I also asked the vet about shots/what I need to do before my does kid. They are at 3 months and starting to develop udders. I asked about any shots they may need and the response I got was "oh they got them when you purchased them so they don't need them now." I am also worried as this vet does not work at night or on the weekends. I am hoping to find a vet soon, but in the mean time what should I do as far as worming and shots?

Anything else I need to prepare/be prepared for?
Thanks.


----------



## firelight27 (Apr 25, 2009)

I would definitely give your does shots CD/T (C & D and Tetanus) 4 weeks before kidding so that there is a transfer to the kids. You can get CD/T at feed stores that carry shots, it should all be together in one bottle.

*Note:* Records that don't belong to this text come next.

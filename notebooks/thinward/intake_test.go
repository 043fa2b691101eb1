package main

import (
	"strings"
	"testing"

	"thinward/analysis"
)

// What is the same of many places is said once, with a line for each proposal, and what is
// said of the indexing does not come again as a warning.
func TestIntakeTextSaysThingsOnce(t *testing.T) {
	d := &analysis.IntakeDetails{Laue: &analysis.LaueResult{Class: "2/m", Verdict: analysis.VerdictFine, Why: "all agree"}}
	for _, where := range []string{"L1/mid", "L1/thick", "L2/thin", "L2/mid", "L2/thick"} {
		d.Indexing = append(d.Indexing, analysis.IndexingResult{Where: where, Text: "the intensities do not decide"})
		d.Common = append(d.Common, analysis.CommonResult{Crystal: "L1", Position: "thin", WithCrystal: where[:2] + "b", WithPosition: where[3:], Why: "few are common"})
	}
	d.Indexing = append(d.Indexing, analysis.IndexingResult{Where: "L3/thin", Text: "has been re-indexed", Proposal: "k,h,-l"})
	d.Warnings = []analysis.WarningResult{
		{Code: "indexing-ambiguous", Where: "L1/mid, L1/thick", Text: "the intensities do not decide"}, {Code: "reindexed", Where: "L3/thin", Text: "has been re-indexed"},
		{Code: "laue-class", Text: "the class is wrong"}, {Code: "angles", Where: "L1/mid", Text: "other angles"},
	}
	want := strings.Join([]string{
		"Laue class 2/m: all agree",
		"indexing of L1/mid, L1/thick, L2/thin and 2 more: the intensities do not decide",
		"indexing of L3/thin: has been re-indexed",
		`  propose in the manifest: reindex = "k,h,-l"`,
		"L1/thin and L1b/mid, L1/thin and L1b/thick, L1/thin and L2b/thin and 2 more: few are common",
		"the class is wrong",
		"L1/mid: other angles",
		"",
	}, "\n")
	if got := intakeText(d); got != want {
		t.Errorf("got\n%s\nwant\n%s", got, want)
	}
	d.Laue.Verdict = analysis.VerdictFails
	if got := intakeText(d); strings.Contains(got, "all agree") {
		t.Errorf("a warning is said twice:\n%s", got)
	}
}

I would get some BoSe shots from your vet (selenium/vit E) if your soil is deficient (does anyone know if Nebrasks tends to be deficient?) and give the dam some at about the same time you give her the CD/T. Be careful dosing correctly because an overdose of BoSe can be fatal. I would also give a BoSe shot to newborns and again at one month of age (ask your vet for dosage.)

You can worm your pregnant does safely with Safeguard, and I would because it is supposed to kill tapeworms, which Ivermectin will not. I have heard a lot of people say that Safeguard is ineffective due to resistance in worms but it depends on what area you are in. It seems to work well in my area. You can go ahead and worm them again the day after they kid to catch any stragglers.


----------



## toth boer goats (Jul 20, 2008)

I am so sorry to hear about your Grandpa ...  :hug: 


I would call the vet back....and find out ...sometimes they get to busy and forget....so call them.... That isn't right they have not let you know.... it would be good to know if they do or don't have worms....

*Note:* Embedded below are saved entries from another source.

package main

import (
	"context"
	"errors"
	"fmt"
	"os"
	"os/exec"
	"path/filepath"
	"strings"
	"testing"
	"time"

	"thinward/notebooks/runner"
	"thinward/notebooks/session"
)

// situations are the ways in which a run can fail for reasons outside the
// analysis, each with the test that holds what must happen then: a function, or
// the words of a line in a script. Where nothing can happen any more, why says so.
var situations = []struct {
	what string
	file string // below notebooks
	test string
	why  string
}{
	{"a cell fails, data at fault", "thinward/testdata/script/spoiled.txtar", "stopped in step differences", ""},
	{"a cell fails, program at fault", "thinward/testdata/script/failures.txtar", "run $WORK/inside.ipynb", ""},
	{"the exit status of each kind of failure", "thinward/failures_test.go", "func TestStatusOfFailures", ""},
	{"the kernel dies", "thinward/testdata/script/failures.txtar", "grep 'last words' out/report.log", ""},
	{"the kernel dies: goroutine, exit, stack", "runner/run_test.go", "func TestKernelDeaths", ""},
	{"no reply within the limit", "thinward/testdata/script/failures.txtar", "took longer than 300ms", ""},
	{"no reply, and deaf to the interrupt", "runner/run_test.go", "call that hears nothing", ""},
	{"Ctrl-C", "thinward/testdata/script/failures.txtar", "ended 130", ""},
	{"Ctrl-C twice", "runner/run_test.go", "func TestKill", ""},
	{"the place of the results cannot be written", "thinward/testdata/script/failures.txtar", "is a file, not a folder", ""},
	{"the disk is full after all", "thinward/failures_test.go", "func TestFolderThatFails", ""},
	{"caches that cannot be written, kernel built", "thinward/testdata/script/failures.txtar", "env GOCACHE=$WORK/file", ""},
	{"caches that cannot be written, kernel to build", "kernel/build_test.go", "cache that is a file", ""},
	{"no C compiler", "thinward/failures_test.go", "func TestNothingNeedsC", ""},
	{"vendored modules", "kernel/build_test.go", "func TestVendorIsNamed", ""},
	{"paths with blanks", "thinward/testdata/script/failures.txtar", "cd 'my data'", ""},
	{"LC_ALL=C", "thinward/main_test.go", `e.Setenv("LC_ALL", "C")`, ""},
	{"no network", "tests/main_test.go", `os.Setenv("GOPROXY", "off")`, ""},
	{"an older Go", "kernel/build_test.go", "func TestOlderGoIsNamed", ""},
	{"ports taken", "runner/run_test.go", "strings.Count(string(tries), \"x\") != portTries", ""},
	{"ports taken, as the command says it", "thinward/testdata/script/failures.txtar", "stderr 'port taken'", ""},
	{"the published channel joins late", "runner/client_test.go", "func TestFirstCellIsHeard", ""},
	{"a terminal without UTF-8", "thinward/failures_test.go", "func TestPlainTerminal", ""},
	{"two runs into one folder", "thinward/failures_test.go", "func TestOneRunAFolder", ""},
	{"an overlay under vendored modules", "", "", "the kernel is built from the module cache, and says so: see vendored modules"},
}

func TestEverySituationHasATest(t *testing.T) {
	for _, s := range situations {
		if s.why != "" {
			continue
		}
		text, err := os.ReadFile(filepath.Join("..", filepath.FromSlash(s.file)))
		if err != nil || !strings.Contains(string(text), s.test) {
			t.Errorf("%s: %s does not hold %q (%v)", s.what, s.file, s.test, err)
		}
	}
}

func TestStatusOfFailures(t *testing.T) {
	plain := errors.New("no rows")
	for _, c := range []struct {
		err  error
		want int
	}{
		{plain, exitData},
		{fmt.Errorf("wrapped: %w", usageError{plain}), exitUsage},
		{&runner.ParameterError{Name: "x", Reason: "unknown"}, exitUsage},
		{insideError{plain}, exitInside},
		{&runner.CellError{Cell: 2, Text: "no rows"}, exitData},
		{&runner.CellError{Cell: 2, Text: "lost", Inside: true}, exitInside},
		{&runner.DeathError{Cell: 2}, exitInside},
		{&runner.TimeoutError{Cell: 2, Limit: time.Second}, exitInside},
		{fmt.Errorf("wrapped: %w", runner.ErrNoAnswer), exitInside},
		{&runner.InterruptedError{Cell: 2, Err: context.Canceled}, exitInterrupted},
		{fmt.Errorf("wrapped: %w", context.Canceled), exitInterrupted},
		{&session.Error{Err: plain}, exitData},
		{&session.Error{Err: plain, Inside: true}, exitInside},
	} {
		if got := statusOf(c.err); got != c.want {
			t.Errorf("%T %v: %d, want %d", c.err, c.err, got, c.want)
		}
	}
}

func TestOneRunAFolder(t *testing.T) {
	out := filepath.Join(t.TempDir(), "out")
	first, err := openFolder(out)
	if err != nil {
		t.Fatal(err)
	}
	if _, err := openFolder(out); err == nil || !strings.Contains(err.Error(), fmt.Sprintf("another run (process %d) writes to %s: wait for it or choose another --out", os.Getpid(), out)) {
		t.Errorf("a second run: %v", err)
	}
	if err := first.write("a.txt", []byte("a")); err != nil {
		t.Fatal(err)
	}
	if err := first.commit(false); err != nil {
		t.Fatal(err)
	}
	first.close()
	// A run that was killed leaves its lock; its process is gone.
	gone := exec.Command("go", "version")
	if err := gone.Run(); err != nil {
		t.Fatal(err)
	}
	for _, text := range []string{fmt.Sprint(gone.Process.Pid), "not a number", ""} {
		if err := os.WriteFile(first.lock, []byte(text), 0o600); err != nil {
			t.Fatal(err)
		}
		again, err := openFolder(out)
		if err != nil {
			t.Fatalf("a lock that says %q: %v", text, err)
		}
		again.close()
	}
	entries, err := os.ReadDir(filepath.Dir(out))
	if err != nil || len(entries) != 1 || entries[0].Name() != "out" {
		t.Errorf("left beside the folder: %v, %v", entries, err)
	}
}

// TestFolderThatFails has writing fail in the middle, as on a full disk: the error
// names the file, and the folder that was there before keeps what it had.
func TestFolderThatFails(t *testing.T) {
	out := filepath.Join(t.TempDir(), "out")
	if err := os.Mkdir(out, 0o777); err != nil {
		t.Fatal(err)
	}
	if err := os.WriteFile(filepath.Join(out, "result.json"), []byte("old"), 0o600); err != nil {
		t.Fatal(err)
	}
	f, err := openFolder(out)
	if err != nil {
		t.Fatal(err)
	}
	if err := os.RemoveAll(f.tmp); err != nil {
		t.Fatal(err)
	}
	if err := f.write("result.json", []byte("new")); err == nil || !strings.Contains(err.Error(), filepath.Join(out, "result.json")+" cannot be written: ") {
		t.Errorf("error %v", err)
	}
	if err := f.commit(false); err == nil {
		t.Error("a lost folder is moved into place")
	}
	f.close()
	if text, err := os.ReadFile(filepath.Join(out, "result.json")); err != nil || string(text) != "old" {
		t.Errorf("the old result is %q, %v", text, err)
	}
}

// TestNothingNeedsC lists all that the command and the kernel link, as a machine
// without a C compiler sees it: no package may have nothing left to compile.
func TestNothingNeedsC(t *testing.T) {
	cmd := exec.Command("go", "list", "-e", "-deps", "-tags", "kernel", "-f", "{{if .Error}}{{.ImportPath}}: {{.Error}}{{end}}", ".", "../kernel/main")
	cmd.Env = append(os.Environ(), "CGO_ENABLED=0")
	out, err := cmd.CombinedOutput()
	if err != nil || strings.TrimSpace(string(out)) != "" {
		t.Errorf("%v\n%s", err, out)
	}
}

func TestPlainTerminal(t *testing.T) {
	for _, c := range []struct {
		all, ctype, lang string
		utf8             bool
	}{
		{"", "", "", false}, {"C", "", "en_US.UTF-8", false}, {"", "en_US.utf8", "C", true}, {"", "", "de_DE.UTF-8", true}, {"", "", "de_DE.ISO-8859-1", false}, {"C.UTF-8", "C", "C", true},
	} {
		t.Setenv("LC_ALL", c.all)
		t.Setenv("LC_CTYPE", c.ctype)
		t.Setenv("LANG", c.lang)
		if got := utf8Terminal(); got != c.utf8 {
			t.Errorf("%+v: %v", c, got)
		}
		a := &app{err: new(strings.Builder)}
		text := a.plainText("m = \u22120.1 \u00b1 0.2 \u00c5\u00b2")
		bar := a.meter().bar(1, 2)
		if c.utf8 != strings.ContainsFunc(text+bar, func(r rune) bool { return r > 127 }) {
			t.Errorf("%+v: %q, %q", c, text, bar)
		}
		if n := len([]rune(bar)); n != 24 {
			t.Errorf("%+v: a bar of %d signs", c, n)
		}
	}
}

What did the vet give her?

Any vet should be able to do a fecal for you.... 

I agree that safeguard is unknown if it will work in your area...as for us it does not ....  

Not sure if it is safe to give together ... :scratch: 

No matter what you give... if they do have the worms.. I would deworm in 7 to 10 days after the initial dose to get the hatching eggs...
It is better to know for sure if and what kind of worms they have.... it isn't good to treat if they do not have them.... Did you have them do a cocci test as well..? 

1 month prior to kidding give CD&T as already mentioned.... it helps to protect the kids after birth for a short period of time.... :wink: 

If you are not sure on shots...I would give it to them.. as if they never had..... if you don't know the breeder and not sure....if it was done... 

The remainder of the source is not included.